• WHAT YOU ARE ASKED TO DO:
In the reply, include exactly the lines of the entries below from the first to the line with "entries are rows 1, 2, ...", that line included.

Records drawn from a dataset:
::::

"""Batches of variants: one base case, a table of overrides, a note per variant and an overview.

``run_batch(base, variants, out_dir)`` reads a base case and a variant table (CSV, or a YAML list),
builds and validates every variant before running any, renders the note of each valid variant as
:func:`finkit.notes.render_note` does, and writes an overview: ``index.html`` (sortable table of
results, margin chart, failures with their errors), ``summary.csv`` and ``summary.json``.

The variant table
-----------------
A CSV file whose first row holds the column names. The column ``variant`` names each variant
(it becomes the variant's ``case_id`` and the folder of its note: 1-64 characters from
``a-z 0-9 . _ -``). Every other column is a dotted path into the case, e.g. ``source.power``,
``air.inlet_temperature``, ``sink.fins.count`` or ``air.flow.fan.pressure[2]`` (a list item), and
may carry a unit in brackets or parentheses: ``source.power [W]``. A cell holds the value as a
case file would (``45 W``, ``50 degC``, ``14``); a bare number in a column with a unit gets that
unit, a cell with its own unit keeps it. An empty cell keeps the base value; ``null`` removes the
entry; a cell starting with ``[`` or ``{`` is read as YAML (``{volume_flow: 15 CFM}`` replaces a
whole block). Rows are counted as in a spreadsheet: the header is row 1. A YAML variant table is a
list of mappings, each with ``variant`` and dotted paths as keys (units in the values); its
entries are rows 1, 2, ...

A bad row (bad id, a cell that cannot be read, or a case that does not validate) becomes a
recorded failure naming the row and the column; the other rows still run.

Execution
---------
Every note runs isolated in its own process. Locally the parent process is warmed once (finkit,
numpy, scipy, pandas, matplotlib, nbconvert with its compiled page templates, papermill, ipykernel,
and every module the template imports) and then forks one child per variant; the child executes
the template with an in-process IPython kernel (the same papermill and nbclient code as
``render_note``, so the note is the same) and exits. Nothing a note does reaches another note: each
child starts from the untouched parent and is discarded. A child that raises, dies or runs past
the per-variant time limit is recorded as a failure with its partial notebook
(``<variant>/note.failed.ipynb``); the parent kills it (with any process it started) at the limit.
If the parent already runs other threads (e.g. inside a Jupyter kernel) forking is unsafe, and
each variant runs in a fresh interpreter instead (slower, as isolated).

With ``scheduler`` the variants run on an existing Dask distributed cluster through its
``concurrent.futures`` executor; each worker runs the variant in a fresh interpreter and returns
the note's files, which are written into ``out_dir`` as if computed locally.

Re-runs
-------
Each finished variant stores ``<variant>/batch-state.json`` with a key: the SHA-256 of the case's
SI inputs (:func:`finkit.case.case_inputs_sha256`), the case as entered, the template file, the
finkit version and the render options. A re-run reuses every note whose key is unchanged (unless
``force``), so an interrupted batch resumes where it stopped; variants that failed are run again.

Exit status (:attr:`BatchResult.exit_code`): 0 every variant computed and passing its limit; 1 all
computed, some fail their limit; 2 some variant could not be computed.
"""

from __future__ import annotations

import ast
import base64
import concurrent.futures
import copy
import csv
import dataclasses
import datetime as _dt
import hashlib
import html
import io
import json
import math
import os
import re
import shutil
import signal
import subprocess
import sys
import tempfile
import threading
import time
from collections.abc import Callable, Iterable, Mapping, Sequence
from functools import lru_cache
from pathlib import Path
from typing import Any
from urllib.parse import quote

from finkit import notes, present
from finkit.errors import FinkitError, InputError, NotSupportedError

__all__ = [
    "BatchResult",
    "EXIT_ALL_PASS",
    "EXIT_LIMIT_FAILED",
    "EXIT_NOT_COMPUTED",
    "Variant",
    "VariantOutcome",
    "VariantRow",
    "apply_overrides",
    "prepare_variants",
    "read_variant_table",
    "run_batch",
    "variant_key",
]
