class TouchBlock(_Model):
    """Accessible-surface (touch) temperature check. finkit ships no table of limits.

    Attributes
    ----------
    limit_temperature : float
        The limit from the user's own safety standard, for the surface material and contact
        time that apply [K]. (Example only -- check against your standard: some product-safety
        standards give limits around 70-80 degC for short contact with plastic, lower for metal
        and for long contact.)
    reference_ambient : float
        Room ambient at which the limit is judged, e.g. 25 degC [K].
    basis : str
        Where the limit comes from: standard and edition, clause or table row, surface
        material, contact time. Printed in the note. [-]
    surfaces : list of {"base", "fin_tips"}
        Surfaces a person can touch; default both. [-]
    inlet_preheat : float, optional
        Air temperature at the sink above room ambient at the reference condition [K];
        left out: ``air.preheat_allowance`` if stated, else 0.
    power : float, optional
        Power for the check; default the case power [W].
    """

    limit_temperature: Temperature
    reference_ambient: Temperature
    basis: Text
    surfaces: list[Literal[TOUCH_SURFACES]] = list(TOUCH_SURFACES)  # type: ignore[valid-type]
    inlet_preheat: TemperatureDifference | None = None
    power: Power | None = None

    @model_validator(mode="after")
    def _checks(self):
        if not self.surfaces:
            raise _fail_at("surfaces", "give at least one of base, fin_tips (got an empty list)")
        if self.limit_temperature <= self.reference_ambient:
            raise _fail_at(
                "limit_temperature",
                "must be above reference_ambient (got "
                f"{self.limit_temperature - 273.15:.1f} degC <= "
                f"{self.reference_ambient - 273.15:.1f} degC)",
            )
        return self


# --------------------------------------------------------------------------------------------
# measurements: and calibration:
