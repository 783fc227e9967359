# finkit: one entry point for set-up, tests, demo and benchmarks.
# Every target creates the local virtual environment and installs finkit into it first,
# so a fresh machine with Python 3.11+ and pip needs nothing else.

PYTHON ?= python3
VENV   := .venv
BIN    := $(VENV)/bin
STAMP  := $(VENV)/.finkit-installed

.PHONY: setup test test-fast lint demo bench lab clean

$(STAMP): pyproject.toml
	$(PYTHON) -m venv $(VENV)
	$(BIN)/python -m pip install --quiet --upgrade pip
	$(BIN)/python -m pip install --quiet -e ".[test,distributed]"
	$(BIN)/python -m finkit.notes --ensure-kernel
	touch $(STAMP)

# Byte-compiled once here (cheap when up to date): with PYTHONDONTWRITEBYTECODE set, as on some
# machines, every command would otherwise compile finkit again (about 0.1 s of each check).
setup: $(STAMP)
	@$(BIN)/python -m compileall -q -x "finkit/data/" finkit > /dev/null

lint: setup
	$(BIN)/ruff format --check finkit tests bench
	$(BIN)/ruff check finkit tests bench
	$(BIN)/lint-imports

test: setup lint
	bash .ci/ensure_chromium.sh
	$(BIN)/python -m pytest

test-fast: setup
	$(BIN)/python -m pytest -q -m "not slow" -n auto

demo: setup
	$(BIN)/python -m finkit.demo

bench: setup
	$(BIN)/python bench/run_all.py

lab: setup
	$(BIN)/python -m finkit.cli lab

clean:
	rm -rf $(VENV) demo_out .pytest_cache .ruff_cache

::::

• ANSWER BELOW:
"""Batches of variants: one base case, a table of overrides, a note per variant and an overview.

``run_batch(base, variants, out_dir)`` reads a base case and a variant table (CSV, or a YAML list),
builds and validates every variant before running any, renders the note of each valid variant as
:func:`finkit.notes.render_note` does, and writes an overview: ``index.html`` (sortable table of
results, margin chart, failures with their errors), ``summary.csv`` and ``summary.json``.

The variant table
-----------------
A CSV file whose first row holds the column names. The column ``variant`` names each variant
(it becomes the variant's ``case_id`` and the folder of its note: 1-64 characters from
``a-z 0-9 . _ -``). Every other column is a dotted path into the case, e.g. ``source.power``,
``air.inlet_temperature``, ``sink.fins.count`` or ``air.flow.fan.pressure[2]`` (a list item), and
may carry a unit in brackets or parentheses: ``source.power [W]``. A cell holds the value as a
case file would (``45 W``, ``50 degC``, ``14``); a bare number in a column with a unit gets that
unit, a cell with its own unit keeps it. An empty cell keeps the base value; ``null`` removes the
entry; a cell starting with ``[`` or ``{`` is read as YAML (``{volume_flow: 15 CFM}`` replaces a
whole block). Rows are counted as in a spreadsheet: the header is row 1. A YAML variant table is a
list of mappings, each with ``variant`` and dotted paths as keys (units in the values); its
entries are rows 1, 2, ...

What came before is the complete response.